Directions for this task →
For the records below, give the number of lines where the string "sensitivityDb" occurs. Include nothing else.

Data supplied →
※ ※ ※

/**
 * What the lab types in when units arrive: the number of units against the makers' serials, and
 * the Thiele–Small CSV read row by row. Expected values follow from the text typed in each case
 * (no outside source is involved); serials are invented.
 */
import { describe, expect, test } from "vitest";
import { batchSchema } from "@/app/(workshop)/lab/schemas";
import { batchCountMismatch, splitMakerSerials } from "@/lib/lab/batch-count";
import { readTsCsv } from "@/lib/lab/ts-csv";

describe("the number of units and the makers' serials", () => {
  test.each<[string, string[]]>([
    ["MK1\nMK2\nMK3", ["MK1", "MK2", "MK3"]],
    ["MK1, MK2;MK3\tMK4", ["MK1", "MK2", "MK3", "MK4"]],
    ["\n  MK1  \n\n", ["MK1"]],
    ["", []],
  ])("%j is scanned as %j", (text, serials) => {
    expect(splitMakerSerials(text)).toEqual(serials);
  });

  test.each<[number, number, string | null]>([
    [0, 6, null], // no number typed: one unit per serial
    [6, 0, null], // no serials: the number typed
    [6, 6, null],
    [5, 6, "The number of units is 5, but 6 makers' serials are scanned. Leave the number empty to register one unit per serial, or check the list."],
    [2, 1, "The number of units is 2, but 1 makers' serial is scanned. Leave the number empty to register one unit per serial, or check the list."],
  ])("%i units typed with %i serials scanned: %s", (count, serials, message) => {
    expect(batchCountMismatch(count, serials)).toBe(message);
  });

  const form = (count: string, serials: string) => ({ partType: "tweeter", partNumber: "T-1", maker: "A maker", lot: "L1", receivedOn: "2026-01-05", count, makerSerials: serials });

  test.each<[string, string, number | null]>([
    ["", "A1\nA2\nA3\nA4\nA5\nA6", 6],
    ["6", "A1\nA2\nA3\nA4\nA5\nA6", 6],
    ["4", "", 4],
    ["5", "A1\nA2\nA3\nA4\nA5\nA6", null], // the case from the lab: five typed, six scanned
  ])("the form with %j units and serials %j holds %s units", (count, serials, units) => {
    const parsed = batchSchema.safeParse(form(count, serials));
    if (units === null) {
      expect(parsed.success).toBe(false);
      expect(parsed.error?.issues.map((i) => [i.path.join("."), i.message])).toEqual([["count", batchCountMismatch(5, 6)]]);
    } else {
      expect(parsed.success).toBe(true);
      expect(parsed.data!.makerSerials.length || parsed.data!.count).toBe(units);
    }
  });
});

describe("the Thiele–Small CSV is read in full, every row with its own problems", () => {
  test("a good file: decimal commas under a semicolon, every value read", () => {
    const read = readTsCsv("serial;fs;qts;re\nMK1;37,5;0,38;6,1\nMK2;38;0,4;");
    expect(read.fileProblems).toEqual([]);
    expect(read.rows).toEqual([
      { line: 2, serial: "MK1", ts: { fsHz: 37.5, qts: 0.38, qes: null, qms: null, reOhm: 6.1, vasL: null, sensitivityDb: null }, problems: [] },
      { line: 3, serial: "MK2", ts: { fsHz: 38, qts: 0.4, qes: null, qms: null, reOhm: null, vasL: null, sensitivityDb: null }, problems: [] },
    ]);
  });

  test("rows with problems are kept, with every problem of each, and an unknown column does not stop the rows being read", () => {
    const read = readTsCsv("serial,fs,qts,colour\nMK1,abc,x,red\n\nMK1,40,0.4,red\n,41,,");
    expect(read.fileProblems).toEqual(['Line 1: unknown column "colour"; the columns are serial,fs,qts,qes,qms,re,vas,sensitivity.']);
    expect(read.rows.map((r) => [r.line, r.serial, r.problems])).toEqual([
      [2, "MK1", ['Fs "abc" is not a number.', 'Qts "x" is not a number.']],
      [4, "MK1", ["MK1 already has a row (line 2)."]],
      [5, "", ["no serial: give the unit's Twinleaf serial or the maker's."]],
    ]);
    expect(read.rows[1]!.ts.fsHz).toBe(40);
  });

  test.each<[string, string]>([
    ["", "The CSV is empty."],
    ["fs,qts\n40,0.4", "Line 1: a serial column is needed to know which unit each row is for."],
    [`serial,fs\n${Array.from({ length: 1001 }, (_, i) => `MK${i},40`).join("\n")}`, "At most 1,000 rows at once; this file has 1,001. Split it and bring the parts in one after the other."],
  ])("a file that cannot be read row by row: %#", (text, problem) => {
    const read = readTsCsv(text);
    expect(read.rows).toEqual([]);
    expect(read.fileProblems).toContain(problem);
  });
});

※ ※ ※

Answer box →
2